[JDSS] Resilvering speed and resilvering time explained
Additional information:
- product name: JovianDSS
- product version: all
- build: all
Subject:
Resilvering speed and resilvering time explained
Contents:
What is resilvering and why it can be very slow for ZFS-based pools?
When a device is replaced, a resilvering operation is initiated to move the data from the good copies to the new device. This action is a form of disk scrubbing. Therefore, only one such action can occur at a given time in the pool. If a scrubbing operation is in progress, a resilvering operation suspends the current scrubbing and restarts it after the resilvering is completed. RAIDz resilvering is quite slow in ZFS-based pools for the following reasons:
1. Resilvering process starts with every transaction that's ever happened in the pool and plays them back one-by-one to the new drive. This is very IO-intensive and requires long periods of time, especially if you're using hard drives larger than 1TB. From a certain point of view, one might think that RAIDz's only legitimate use case is with all-SSD pools for faster rebuilds.
2. RAID-Z2 is slower than a RAID-Z1, however, it offers a very good balance between capacity and redundancy. WIder RAID-Z2 VDEV's are more space-efficient, but it is also clear that resilver operations take longer by a factor of 2x due to double the parity. Because RAID-Z2 can tolerate the loss of two drives longer resilver times are a reasonable tradeoff.
3. The other reason could be the type of files, many smaller files can take longer than a few larger files.
Resilvering speed and resilvering time of traditional RAID vs ZFS RAIDz.
After a drive goes bad and is replaced, the data from the bad drive needs to be regenerated onto the new drive. This process is typically called rebuild, but ZFS calls it resilvering.

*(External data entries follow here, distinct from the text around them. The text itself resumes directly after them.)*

/// Row indices of `t` per (microsite, stage), in table order, keeping rows where `keep`.
template <typename Keep>
std::vector<std::vector<std::size_t>> rows_by_group(const stats::Table& t,
                                                    const KernelLayout& layout,
                                                    const std::vector<Stage>& stages,
                                                    Keep keep) {
    const std::size_t n_sites = layout.microsites.size();
    std::vector<std::vector<std::size_t>> out(n_sites * stages.size());
    const auto& site = t.categorical("microsite").values;
    const std::vector<double>* seedling = t.has("seedling") ? &t.numeric("seedling") : nullptr;
    for (std::size_t i = 0; i < t.rows(); ++i) {
        if (!keep(i)) continue;
        const auto it = std::find(layout.microsites.begin(), layout.microsites.end(), site[i]);
        if (it == layout.microsites.end()) continue;
        const auto m = static_cast<std::size_t>(it - layout.microsites.begin());
        for (std::size_t s = 0; s < stages.size(); ++s) {
            const int flag = stages[s].flag;
            if (flag >= 0 && (seedling == nullptr || (*seedling)[i] != static_cast<double>(flag)))
                continue;
            out[m * stages.size() + s].push_back(i);
        }
    }
    return out;
}

bool has_year_effects(const FitResult& fit, const std::string& rate) {
    for (const auto& r : fit.rates)
        if (r.rate == rate) return r.year_handling == "fixed" || r.year_handling == "random";
    return false;
}

/// Observed proportions of survival and flowering in equal-count size bins.
TidyTable binned_table(const census::TransitionData& d, const KernelLayout& layout) {
    TidyTable t{"check_binned",
                {"rate", "microsite", "stage", "bin", "size_lower", "size_upper", "size_mean",
                 "plants", "events", "proportion", "lower", "upper"},
                {}};
    const auto stages = stages_of(layout);
    const std::pair<const char*, const stats::Table*> rates[] = {{"survival", &d.transitions},
                                                                  {"flowering", &d.plants}};
    for (const auto& [rate, table] : rates) {
        const std::string response = std::string(rate) == "survival" ? "survived" : "flowered";
        const auto& size = table->numeric("size");
        const auto& y = table->numeric(response);
        const auto groups = rows_by_group(*table, layout, stages, [&](std::size_t i) {
            return std::isfinite(size[i]) && (y[i] == 0.0 || y[i] == 1.0);
        });
        for (std::size_t g = 0; g < groups.size(); ++g) {
            std::vector<std::size_t> rows = groups[g];
            if (rows.empty()) continue;
            std::stable_sort(rows.begin(), rows.end(),
                             [&](std::size_t a, std::size_t b) { return size[a] < size[b]; });
            const std::size_t n_bins = equal_count_bin_count(rows.size());
            const auto bin = equal_count_bins(rows.size(), n_bins);
            std::size_t start = 0;
            for (std::size_t b = 0; b < n_bins; ++b) {
                std::size_t end = start;
                double sum = 0.0;
                std::int64_t events = 0;
                while (end < rows.size() && bin[end] == b) {
                    sum += size[rows[end]];
                    events += y[rows[end]] == 1.0 ? 1 : 0;
                    ++end;
                }
                const auto n = static_cast<std::int64_t>(end - start);
                if (n == 0) continue;
                const WilsonInterval w = wilson_interval(events, n);
                t.rows.push_back({txt(rate), txt(layout.microsites[g / stages.size()]),
                                  txt(stages[g % stages.size()].label),
                                  count(b + 1), num(size[rows[start]]),
                                  num(size[rows[end - 1]]), num(sum / static_cast<double>(n)),
                                  report::integer(n), report::integer(events), num(w.proportion),
                                  num(w.lower), num(w.upper)});
                start = end;
            }
        }
    }
    return t;
}

Eigen::VectorXd grid(double lo, double hi, std::size_t n) {
    return Eigen::VectorXd::LinSpaced(static_cast<Eigen::Index>(n), lo, hi);
}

There are two significant metrics:
1. Rebuild speed, measured in megabytes per second.
2. Rebuild time, amount of time required to rebuild all the missing data.
and two significant considerations:
1. Rebuild speed for traditional RAID is much faster, however, traditional RAID has to rebuild both used and free blocks.

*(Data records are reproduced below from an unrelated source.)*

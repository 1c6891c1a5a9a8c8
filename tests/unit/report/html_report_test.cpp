// The HTML report (design.md section 6, "an HTML report that works offline") and reading an
// output folder back for `safesite report`. The layout and the 4-digit rounding are this
// project's own choices (docs/formats.md "Output folder"); no outside source. Values in the
// tables are invented.
#include <catch2/catch.hpp>

#include <filesystem>
#include <fstream>
#include <random>
#include <set>
#include <string>
#include <vector>

#include "safesite/error.hpp"
#include "safesite/report/caution.hpp"
#include "safesite/report/figures.hpp"
#include "safesite/report/html_report.hpp"
#include "safesite/report/output_folder.hpp"
#include "safesite/report/output_folder_reader.hpp"
#include "safesite/report/svg_chart.hpp"
#include "safesite/version.hpp"

namespace fs = std::filesystem;
using namespace safesite::report;

namespace {

const std::string k_evil = "<b>&\"'";
const std::string k_evil_escaped = "&lt;b&gt;&amp;&quot;&#39;";

/// Tag balance of the HTML we emit: every `<name …>` is closed by `</name>` in nesting order,
/// except the HTML void element `meta` we use and self-closed `<… />` (inline SVG);
/// `<!DOCTYPE …>` stands alone. Returns an empty string when balanced, else what went wrong.
std::string tag_balance_error(const std::string& s) {
    static const std::set<std::string> k_void = {"meta", "br", "hr", "img", "link", "input"};
    std::vector<std::string> open;
    std::size_t i = 0;
    while ((i = s.find('<', i)) != std::string::npos) {
        const std::size_t j = s.find('>', i);
        if (j == std::string::npos) return "a '<' is never closed by '>'";
        const std::string tag = s.substr(i + 1, j - i - 1);
        if (tag.empty()) return "empty tag";
        if (tag[0] == '!') {
            // DOCTYPE
        } else if (tag[0] == '/') {
            const std::string name = tag.substr(1);
            if (open.empty()) return "</" + name + "> closes nothing";
            if (open.back() != name) return "</" + name + "> closes <" + open.back() + ">";
            open.pop_back();
        } else if (tag.back() != '/') {
            const std::string name = tag.substr(0, tag.find_first_of(" \t\n"));
            if (k_void.count(name) == 0) open.push_back(name);
        }
        i = j + 1;
    }
    if (!open.empty()) return "<" + open.back() + "> is never closed";
    return {};
}

/// The five HTML escapes, as the report must apply them.
std::string escaped(const std::string& s) {
    std::string out;
    for (char c : s) {
        if (c == '&') out += "&amp;";
        else if (c == '<') out += "&lt;";
        else if (c == '>') out += "&gt;";
        else if (c == '"') out += "&quot;";
        else if (c == '\'') out += "&#39;";
        else out += c;
    }
    return out;
}

std::size_t count(const std::string& text, const std::string& what) {
    std::size_t n = 0;
    for (std::size_t i = text.find(what); i != std::string::npos; i = text.find(what, i + 1)) ++n;
    return n;
}

TidyTable lambda_table() {
    return {"lambda",
            {"kernel", "lambda", "r0", "generation_time", "mesh_points"},
            {{text("2015"), number(1.0523456789), number(2.0), number(20.25), integer(100)},
             {text("2016"), number(0.000123456), number(3.0), number(123456.7), integer(100)},
             {text("pooled"), number(1.034449), number(1.5), number(22.0), integer(100)}}};
}

TidyTable intervals_table() {
    auto row = [](const std::string& q, const std::string& k, const std::string& target,
                  double est, double lo, double hi) {
        return std::vector<Cell>{text(q),    text(k),    text(target), number(est), number(lo),
                                 number(hi), number(0.01), integer(50), number(0.95)};
    };
    return {"intervals",
            {"quantity", "kernel", "target", "estimate", "lower", "upper", "std_error",
             "replicates", "level"},
            {row("lambda", "2015", "", 1.05, 1.04, 1.07),
             row("lambda", "pooled", "", 1.034449, 1.0212345, 1.0456789),
             row("scenario_delta_lambda", "pooled", "all on gravel", -0.08, -0.09, -0.07)}};
}

TidyTable scenarios_table() {
    return {"scenarios",
            {"scenario", "kernel", "lambda", "delta_lambda", "lost"},
            {{text("all on gravel"), text("pooled"), number(0.95), number(-0.0812345), number(0.0)},
             {text("all on gravel"), text("2015"), number(0.97), number(-0.0777777), number(0.0)}}};
}

TidyTable arrival_chain_table() {
    return {"arrival_chain",
            {"microsite", "cover", "trapping", "hazard_per_day", "landing", "fraction"},
            {{text("gravel"), number(0.68), missing(), number(0.05), number(0.5), number(0.4)},
             {text("cushion"), number(0.2), number(0.6), number(0.01), number(0.4), number(0.35)},
             {text("lost"), missing(), missing(), missing(), number(0.0), number(0.25)}}};
}

TidyTable stochastic_table() {
    return {"stochastic_lambda",
            {"environment", "kernels", "years", "log_lambda", "lambda", "std_error", "seed"},
            {{text("census years, equally likely, independent"), integer(2), integer(20000),
              number(0.0312), number(1.0316918), number(0.0021), integer(7)}}};
}

TidyTable coefficients_table() {
    return {"coefficients",
            {"rate", "model", "year_handling", "source", "term", "estimate", "std_error",
             "statistic", "p_value"},
            {{text("survival"), text("all"), text("none"), text("fitted"), text(k_evil),
              number(0.5), number(0.1), number(5.0), number(1e-6)}}};
}

std::vector<TidyTable> all_tables() {
    return {coefficients_table(), arrival_chain_table(), intervals_table(), lambda_table(),
            stochastic_table(),   scenarios_table()};
}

2. Rebuild speed for ZFS RAIDz is slower, however, RAIDz only needs to rebuild blocks that do hold data.RAIDz does not rebuild empty blocks, thus completing rebuilds faster when the pool has significant free space on it.
In a traditional RAID, where all blocks are regular, you take block 0 from each of the old drives, compute correct data for block 0 on the missing drive and write the data onto a new device. This process is then repeated for all blocks, even for the blocks that hold no data. This is because the traditional RAID does not know which blocks on the RAID are in use and which are not. If the array is otherwise idle, serving no user requests during the rebuild, the process is done sequentially from start to end, which is the fastest way to access rotational hard drives.
ZFS uses variable-sized blocks. Therefore, for each recordsize wort of data, which can be anywhere from 4KB to 1MB, ZFS needs to consult the block pointer tree to see how data is laid out on disks. Because block pointer trees are often fragmented and files are often fragmented, there is quite a lot of head movement involved. Rotational hard drives perform much slower with a lot of head movement, so megabyte per second speed of the rebuild is slower than that of a traditional RAID. Now, ZGS only rebuilds the part of the array which is in use and it does not rebuild free space. Therefore, on lightly used pools it may actually complete faster than a traditional RAID. However, this advantage disappears as the pool fills up.